TRY IT: Which lines of the entries below run from the one holding "filename service/store.py" to the one holding "brings the database", inclusive? Set down exactly those lines and no others.

Stored items:
________________

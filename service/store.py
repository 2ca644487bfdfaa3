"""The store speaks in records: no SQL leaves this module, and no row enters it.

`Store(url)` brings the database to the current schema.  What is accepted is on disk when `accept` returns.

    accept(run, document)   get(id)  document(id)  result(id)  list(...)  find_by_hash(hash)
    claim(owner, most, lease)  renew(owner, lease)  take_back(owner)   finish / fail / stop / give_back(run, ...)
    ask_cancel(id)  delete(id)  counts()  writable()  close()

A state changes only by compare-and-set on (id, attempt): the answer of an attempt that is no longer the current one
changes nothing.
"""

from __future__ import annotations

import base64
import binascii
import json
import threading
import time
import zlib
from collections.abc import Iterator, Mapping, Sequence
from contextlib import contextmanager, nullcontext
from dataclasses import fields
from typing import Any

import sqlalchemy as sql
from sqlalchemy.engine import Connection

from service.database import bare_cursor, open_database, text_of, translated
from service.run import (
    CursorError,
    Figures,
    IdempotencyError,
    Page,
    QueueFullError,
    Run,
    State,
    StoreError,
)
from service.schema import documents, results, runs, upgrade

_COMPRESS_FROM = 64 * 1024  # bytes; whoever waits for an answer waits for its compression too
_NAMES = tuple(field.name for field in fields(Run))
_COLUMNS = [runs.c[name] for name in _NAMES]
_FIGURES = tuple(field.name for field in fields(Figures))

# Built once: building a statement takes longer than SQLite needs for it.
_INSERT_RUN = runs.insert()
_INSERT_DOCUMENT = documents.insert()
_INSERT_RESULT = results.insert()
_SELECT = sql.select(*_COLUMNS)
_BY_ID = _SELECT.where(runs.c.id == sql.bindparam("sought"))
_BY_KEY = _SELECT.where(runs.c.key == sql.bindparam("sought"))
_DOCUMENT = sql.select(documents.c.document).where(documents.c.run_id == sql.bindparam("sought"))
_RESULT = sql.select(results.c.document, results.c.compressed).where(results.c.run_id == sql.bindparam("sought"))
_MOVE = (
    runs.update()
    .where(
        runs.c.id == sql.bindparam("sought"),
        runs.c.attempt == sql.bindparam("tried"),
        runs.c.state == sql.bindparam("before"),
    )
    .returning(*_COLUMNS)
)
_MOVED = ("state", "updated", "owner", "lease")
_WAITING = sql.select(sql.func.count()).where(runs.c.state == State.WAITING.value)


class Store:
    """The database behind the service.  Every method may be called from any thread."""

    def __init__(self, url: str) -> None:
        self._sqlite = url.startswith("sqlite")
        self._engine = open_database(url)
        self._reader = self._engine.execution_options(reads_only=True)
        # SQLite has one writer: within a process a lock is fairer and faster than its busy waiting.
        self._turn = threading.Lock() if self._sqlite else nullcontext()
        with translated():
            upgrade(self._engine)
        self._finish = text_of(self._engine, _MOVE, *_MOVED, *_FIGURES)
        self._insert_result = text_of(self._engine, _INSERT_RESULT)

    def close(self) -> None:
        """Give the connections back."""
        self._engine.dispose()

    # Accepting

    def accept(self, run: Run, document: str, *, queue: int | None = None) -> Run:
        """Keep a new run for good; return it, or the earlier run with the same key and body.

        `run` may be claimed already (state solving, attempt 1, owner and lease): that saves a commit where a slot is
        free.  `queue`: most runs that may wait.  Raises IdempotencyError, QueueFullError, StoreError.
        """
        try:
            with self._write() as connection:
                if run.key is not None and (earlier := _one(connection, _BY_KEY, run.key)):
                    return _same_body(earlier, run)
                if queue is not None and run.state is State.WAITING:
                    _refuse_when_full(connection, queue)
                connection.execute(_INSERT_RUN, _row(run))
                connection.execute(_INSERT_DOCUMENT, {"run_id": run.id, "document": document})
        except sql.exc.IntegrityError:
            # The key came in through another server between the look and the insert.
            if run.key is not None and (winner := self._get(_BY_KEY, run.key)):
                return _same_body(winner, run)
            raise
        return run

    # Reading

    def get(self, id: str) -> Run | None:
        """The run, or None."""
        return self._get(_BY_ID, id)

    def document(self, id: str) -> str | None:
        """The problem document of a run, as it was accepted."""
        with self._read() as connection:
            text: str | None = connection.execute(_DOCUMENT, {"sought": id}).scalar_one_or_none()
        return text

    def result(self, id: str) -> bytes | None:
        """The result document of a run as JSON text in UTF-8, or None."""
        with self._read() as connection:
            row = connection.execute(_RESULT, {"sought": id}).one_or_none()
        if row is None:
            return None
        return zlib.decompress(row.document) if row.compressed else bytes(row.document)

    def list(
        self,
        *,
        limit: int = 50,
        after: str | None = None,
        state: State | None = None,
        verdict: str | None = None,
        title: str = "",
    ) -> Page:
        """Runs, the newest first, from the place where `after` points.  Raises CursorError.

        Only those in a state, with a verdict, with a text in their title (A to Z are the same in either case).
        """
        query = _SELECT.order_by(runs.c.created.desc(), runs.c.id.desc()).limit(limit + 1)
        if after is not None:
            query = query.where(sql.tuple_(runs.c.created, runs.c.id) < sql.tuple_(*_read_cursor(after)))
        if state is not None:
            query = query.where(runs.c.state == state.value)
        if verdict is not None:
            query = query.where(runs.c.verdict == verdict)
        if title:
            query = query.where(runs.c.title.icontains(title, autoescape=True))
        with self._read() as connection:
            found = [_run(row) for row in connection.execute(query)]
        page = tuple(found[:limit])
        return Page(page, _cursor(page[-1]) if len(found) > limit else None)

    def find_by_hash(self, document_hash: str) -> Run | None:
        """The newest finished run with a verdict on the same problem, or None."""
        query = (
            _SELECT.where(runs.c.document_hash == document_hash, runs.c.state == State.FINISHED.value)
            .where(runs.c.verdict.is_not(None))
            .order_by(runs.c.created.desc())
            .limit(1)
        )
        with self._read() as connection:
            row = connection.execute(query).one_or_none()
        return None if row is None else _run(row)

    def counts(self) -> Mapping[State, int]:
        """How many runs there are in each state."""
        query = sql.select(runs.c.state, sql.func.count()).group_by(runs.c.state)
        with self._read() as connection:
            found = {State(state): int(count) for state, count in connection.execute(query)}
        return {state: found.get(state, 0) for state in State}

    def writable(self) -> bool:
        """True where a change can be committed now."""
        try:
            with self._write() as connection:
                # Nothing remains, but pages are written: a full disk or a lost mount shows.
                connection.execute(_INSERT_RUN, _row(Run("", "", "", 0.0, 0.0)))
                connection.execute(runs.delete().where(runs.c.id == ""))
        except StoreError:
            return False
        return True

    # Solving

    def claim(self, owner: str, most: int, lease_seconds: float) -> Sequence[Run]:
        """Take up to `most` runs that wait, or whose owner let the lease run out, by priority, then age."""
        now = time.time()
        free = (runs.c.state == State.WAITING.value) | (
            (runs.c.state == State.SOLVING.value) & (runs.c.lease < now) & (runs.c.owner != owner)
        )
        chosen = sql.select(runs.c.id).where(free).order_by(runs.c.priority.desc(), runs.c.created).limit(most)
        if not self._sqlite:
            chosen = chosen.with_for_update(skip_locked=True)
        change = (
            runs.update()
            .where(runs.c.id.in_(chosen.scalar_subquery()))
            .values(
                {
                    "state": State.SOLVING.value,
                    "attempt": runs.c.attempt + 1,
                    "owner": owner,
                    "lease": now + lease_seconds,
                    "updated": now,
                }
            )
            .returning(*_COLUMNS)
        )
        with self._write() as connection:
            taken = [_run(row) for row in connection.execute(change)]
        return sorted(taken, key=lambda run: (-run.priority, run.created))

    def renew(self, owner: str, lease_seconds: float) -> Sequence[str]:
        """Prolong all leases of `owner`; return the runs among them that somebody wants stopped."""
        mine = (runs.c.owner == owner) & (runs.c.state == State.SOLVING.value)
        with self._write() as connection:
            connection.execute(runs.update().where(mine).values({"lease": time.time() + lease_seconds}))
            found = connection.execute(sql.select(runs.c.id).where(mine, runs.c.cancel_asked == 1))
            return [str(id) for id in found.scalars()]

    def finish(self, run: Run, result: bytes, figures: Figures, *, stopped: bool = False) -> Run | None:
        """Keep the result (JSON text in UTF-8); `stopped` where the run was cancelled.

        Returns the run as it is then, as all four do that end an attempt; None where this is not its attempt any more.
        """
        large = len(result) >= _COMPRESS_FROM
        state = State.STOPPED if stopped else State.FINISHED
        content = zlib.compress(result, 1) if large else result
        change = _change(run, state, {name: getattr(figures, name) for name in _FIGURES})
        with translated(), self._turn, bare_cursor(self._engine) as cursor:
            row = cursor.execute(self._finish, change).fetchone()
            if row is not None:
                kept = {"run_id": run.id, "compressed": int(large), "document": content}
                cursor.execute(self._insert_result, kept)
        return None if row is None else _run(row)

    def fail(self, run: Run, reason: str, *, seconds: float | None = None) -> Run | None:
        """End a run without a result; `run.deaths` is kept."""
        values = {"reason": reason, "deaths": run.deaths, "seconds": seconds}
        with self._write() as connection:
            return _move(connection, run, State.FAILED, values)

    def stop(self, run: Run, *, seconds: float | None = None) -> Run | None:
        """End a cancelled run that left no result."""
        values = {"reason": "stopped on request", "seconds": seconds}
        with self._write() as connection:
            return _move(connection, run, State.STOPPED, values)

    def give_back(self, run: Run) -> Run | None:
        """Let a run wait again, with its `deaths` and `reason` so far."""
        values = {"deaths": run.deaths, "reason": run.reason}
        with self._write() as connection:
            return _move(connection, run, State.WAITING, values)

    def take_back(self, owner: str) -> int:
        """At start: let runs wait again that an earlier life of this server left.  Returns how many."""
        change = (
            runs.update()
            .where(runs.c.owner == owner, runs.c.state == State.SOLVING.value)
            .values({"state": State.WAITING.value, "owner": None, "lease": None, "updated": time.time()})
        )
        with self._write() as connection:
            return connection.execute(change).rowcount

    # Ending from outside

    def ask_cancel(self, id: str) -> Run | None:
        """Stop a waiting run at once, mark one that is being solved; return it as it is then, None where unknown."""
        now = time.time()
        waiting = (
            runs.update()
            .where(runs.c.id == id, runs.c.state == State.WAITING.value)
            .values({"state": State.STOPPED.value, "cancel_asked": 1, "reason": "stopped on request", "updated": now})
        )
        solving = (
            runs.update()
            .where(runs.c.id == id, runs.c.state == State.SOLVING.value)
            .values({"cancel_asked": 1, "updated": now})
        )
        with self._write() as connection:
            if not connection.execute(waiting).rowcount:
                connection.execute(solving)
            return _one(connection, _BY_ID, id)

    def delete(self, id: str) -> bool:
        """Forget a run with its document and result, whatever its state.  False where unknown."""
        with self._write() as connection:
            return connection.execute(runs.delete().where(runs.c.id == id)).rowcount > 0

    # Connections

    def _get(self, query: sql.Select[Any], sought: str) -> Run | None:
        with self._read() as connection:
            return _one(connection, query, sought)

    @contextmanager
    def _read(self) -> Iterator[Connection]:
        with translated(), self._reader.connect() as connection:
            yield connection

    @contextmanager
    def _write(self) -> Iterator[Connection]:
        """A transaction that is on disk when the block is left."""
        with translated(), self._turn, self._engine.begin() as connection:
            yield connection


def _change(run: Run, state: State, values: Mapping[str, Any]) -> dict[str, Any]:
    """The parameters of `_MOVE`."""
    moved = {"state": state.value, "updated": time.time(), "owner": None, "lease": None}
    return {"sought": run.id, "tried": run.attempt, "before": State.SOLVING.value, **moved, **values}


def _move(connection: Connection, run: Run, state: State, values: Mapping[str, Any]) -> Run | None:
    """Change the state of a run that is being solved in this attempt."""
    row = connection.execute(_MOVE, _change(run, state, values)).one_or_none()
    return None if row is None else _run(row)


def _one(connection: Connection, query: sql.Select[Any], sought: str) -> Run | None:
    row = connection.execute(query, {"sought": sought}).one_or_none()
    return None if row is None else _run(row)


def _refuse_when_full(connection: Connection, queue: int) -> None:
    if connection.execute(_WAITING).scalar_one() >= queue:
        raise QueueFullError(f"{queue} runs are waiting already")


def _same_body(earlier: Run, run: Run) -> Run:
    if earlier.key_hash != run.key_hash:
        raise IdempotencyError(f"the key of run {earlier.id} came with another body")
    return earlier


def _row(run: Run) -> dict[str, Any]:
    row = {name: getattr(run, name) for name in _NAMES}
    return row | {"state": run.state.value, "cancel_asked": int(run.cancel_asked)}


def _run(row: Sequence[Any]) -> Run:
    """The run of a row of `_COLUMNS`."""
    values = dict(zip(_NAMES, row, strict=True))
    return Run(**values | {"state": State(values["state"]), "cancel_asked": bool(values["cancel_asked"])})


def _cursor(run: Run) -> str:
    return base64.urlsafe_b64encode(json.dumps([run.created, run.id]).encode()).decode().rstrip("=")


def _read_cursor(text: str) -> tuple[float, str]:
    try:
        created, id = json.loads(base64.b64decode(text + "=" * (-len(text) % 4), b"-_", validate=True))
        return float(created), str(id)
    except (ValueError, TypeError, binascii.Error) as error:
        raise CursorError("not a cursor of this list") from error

________________

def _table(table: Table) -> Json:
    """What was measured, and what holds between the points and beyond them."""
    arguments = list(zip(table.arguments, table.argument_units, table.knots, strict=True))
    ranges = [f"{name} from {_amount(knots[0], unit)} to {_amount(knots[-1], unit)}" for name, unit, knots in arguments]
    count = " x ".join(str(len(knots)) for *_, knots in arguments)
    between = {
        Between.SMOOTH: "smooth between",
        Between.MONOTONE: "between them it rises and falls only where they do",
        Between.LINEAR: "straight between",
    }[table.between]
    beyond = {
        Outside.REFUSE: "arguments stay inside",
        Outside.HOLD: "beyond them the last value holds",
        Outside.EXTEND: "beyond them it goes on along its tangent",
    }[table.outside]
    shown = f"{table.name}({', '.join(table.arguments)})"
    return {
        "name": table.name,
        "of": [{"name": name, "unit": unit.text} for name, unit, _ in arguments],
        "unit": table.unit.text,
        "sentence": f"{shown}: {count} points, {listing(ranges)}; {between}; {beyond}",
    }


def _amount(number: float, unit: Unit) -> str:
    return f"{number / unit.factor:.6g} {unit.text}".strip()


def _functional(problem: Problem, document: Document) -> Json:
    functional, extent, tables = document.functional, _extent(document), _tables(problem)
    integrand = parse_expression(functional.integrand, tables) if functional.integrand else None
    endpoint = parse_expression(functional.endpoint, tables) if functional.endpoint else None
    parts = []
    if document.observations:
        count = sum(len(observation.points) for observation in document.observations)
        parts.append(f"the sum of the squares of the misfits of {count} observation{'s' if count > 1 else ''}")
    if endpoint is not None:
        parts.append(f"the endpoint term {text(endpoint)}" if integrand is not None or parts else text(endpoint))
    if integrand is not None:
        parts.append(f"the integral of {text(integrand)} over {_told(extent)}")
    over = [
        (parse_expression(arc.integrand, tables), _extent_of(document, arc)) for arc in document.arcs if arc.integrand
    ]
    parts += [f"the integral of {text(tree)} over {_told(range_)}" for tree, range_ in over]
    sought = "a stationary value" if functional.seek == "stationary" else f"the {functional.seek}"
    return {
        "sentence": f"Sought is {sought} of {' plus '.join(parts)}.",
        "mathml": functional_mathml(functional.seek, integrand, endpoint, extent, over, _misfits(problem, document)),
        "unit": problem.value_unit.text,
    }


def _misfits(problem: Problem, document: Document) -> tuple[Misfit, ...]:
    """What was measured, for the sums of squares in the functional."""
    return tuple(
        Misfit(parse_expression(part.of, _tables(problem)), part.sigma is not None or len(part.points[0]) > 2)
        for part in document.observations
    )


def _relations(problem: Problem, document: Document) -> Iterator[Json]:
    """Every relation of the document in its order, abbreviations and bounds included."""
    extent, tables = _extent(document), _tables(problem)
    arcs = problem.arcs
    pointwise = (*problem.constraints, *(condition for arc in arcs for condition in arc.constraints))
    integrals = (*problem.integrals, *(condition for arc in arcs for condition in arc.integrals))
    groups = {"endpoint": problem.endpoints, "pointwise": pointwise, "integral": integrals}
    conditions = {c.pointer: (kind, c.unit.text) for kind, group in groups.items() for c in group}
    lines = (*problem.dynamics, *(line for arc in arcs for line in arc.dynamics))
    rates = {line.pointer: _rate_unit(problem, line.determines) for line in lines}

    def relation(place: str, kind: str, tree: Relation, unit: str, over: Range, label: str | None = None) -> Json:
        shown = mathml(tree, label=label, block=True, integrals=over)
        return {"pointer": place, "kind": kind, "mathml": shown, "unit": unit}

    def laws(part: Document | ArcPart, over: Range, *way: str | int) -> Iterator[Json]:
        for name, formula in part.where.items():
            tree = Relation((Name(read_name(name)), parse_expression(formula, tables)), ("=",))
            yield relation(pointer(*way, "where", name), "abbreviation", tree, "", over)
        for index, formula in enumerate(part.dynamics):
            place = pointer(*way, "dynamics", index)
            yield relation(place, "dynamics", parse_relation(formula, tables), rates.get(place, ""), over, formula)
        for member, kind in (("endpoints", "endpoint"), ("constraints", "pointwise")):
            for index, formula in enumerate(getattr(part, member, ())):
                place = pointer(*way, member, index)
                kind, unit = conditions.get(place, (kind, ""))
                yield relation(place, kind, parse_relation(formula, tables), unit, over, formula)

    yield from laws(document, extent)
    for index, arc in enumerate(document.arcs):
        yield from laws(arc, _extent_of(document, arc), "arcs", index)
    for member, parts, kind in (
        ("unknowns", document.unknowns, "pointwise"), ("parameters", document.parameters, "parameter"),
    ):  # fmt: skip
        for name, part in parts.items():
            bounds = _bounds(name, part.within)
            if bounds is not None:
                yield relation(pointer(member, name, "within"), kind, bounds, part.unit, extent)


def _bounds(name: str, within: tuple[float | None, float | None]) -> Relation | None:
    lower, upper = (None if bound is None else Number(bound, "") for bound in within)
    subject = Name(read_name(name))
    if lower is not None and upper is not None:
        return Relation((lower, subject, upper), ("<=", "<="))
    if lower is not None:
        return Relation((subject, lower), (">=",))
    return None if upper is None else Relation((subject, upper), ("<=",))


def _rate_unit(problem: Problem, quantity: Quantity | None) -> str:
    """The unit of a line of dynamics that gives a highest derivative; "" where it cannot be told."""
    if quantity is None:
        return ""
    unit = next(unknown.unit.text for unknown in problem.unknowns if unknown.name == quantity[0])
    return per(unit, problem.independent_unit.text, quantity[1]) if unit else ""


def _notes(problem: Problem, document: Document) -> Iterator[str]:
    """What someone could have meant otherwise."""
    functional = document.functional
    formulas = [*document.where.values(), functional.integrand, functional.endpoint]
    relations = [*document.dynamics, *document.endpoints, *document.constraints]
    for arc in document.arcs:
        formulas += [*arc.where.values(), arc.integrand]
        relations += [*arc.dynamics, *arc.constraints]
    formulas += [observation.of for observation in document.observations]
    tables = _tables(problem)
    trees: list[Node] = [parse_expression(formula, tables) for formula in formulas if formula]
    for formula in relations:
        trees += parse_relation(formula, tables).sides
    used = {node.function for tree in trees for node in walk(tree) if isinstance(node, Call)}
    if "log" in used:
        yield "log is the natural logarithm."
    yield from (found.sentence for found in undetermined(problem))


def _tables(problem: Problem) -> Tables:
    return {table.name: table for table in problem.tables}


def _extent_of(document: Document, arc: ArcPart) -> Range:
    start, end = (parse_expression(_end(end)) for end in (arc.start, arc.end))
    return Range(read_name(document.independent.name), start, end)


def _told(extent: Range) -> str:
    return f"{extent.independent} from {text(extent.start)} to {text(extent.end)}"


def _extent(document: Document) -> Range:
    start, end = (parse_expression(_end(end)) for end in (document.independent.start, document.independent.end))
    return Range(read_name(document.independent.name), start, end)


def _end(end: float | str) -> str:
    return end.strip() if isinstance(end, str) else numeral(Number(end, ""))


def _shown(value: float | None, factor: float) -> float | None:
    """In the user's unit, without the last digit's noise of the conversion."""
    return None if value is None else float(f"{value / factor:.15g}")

________________

OUTPUT BELOW:
filename service/store.py
repository 2ca644487bfdfaa3
"""The store speaks in records: no SQL leaves this module, and no row enters it.

`Store(url)` brings the database to the current schema.  What is accepted is on disk when `accept` returns.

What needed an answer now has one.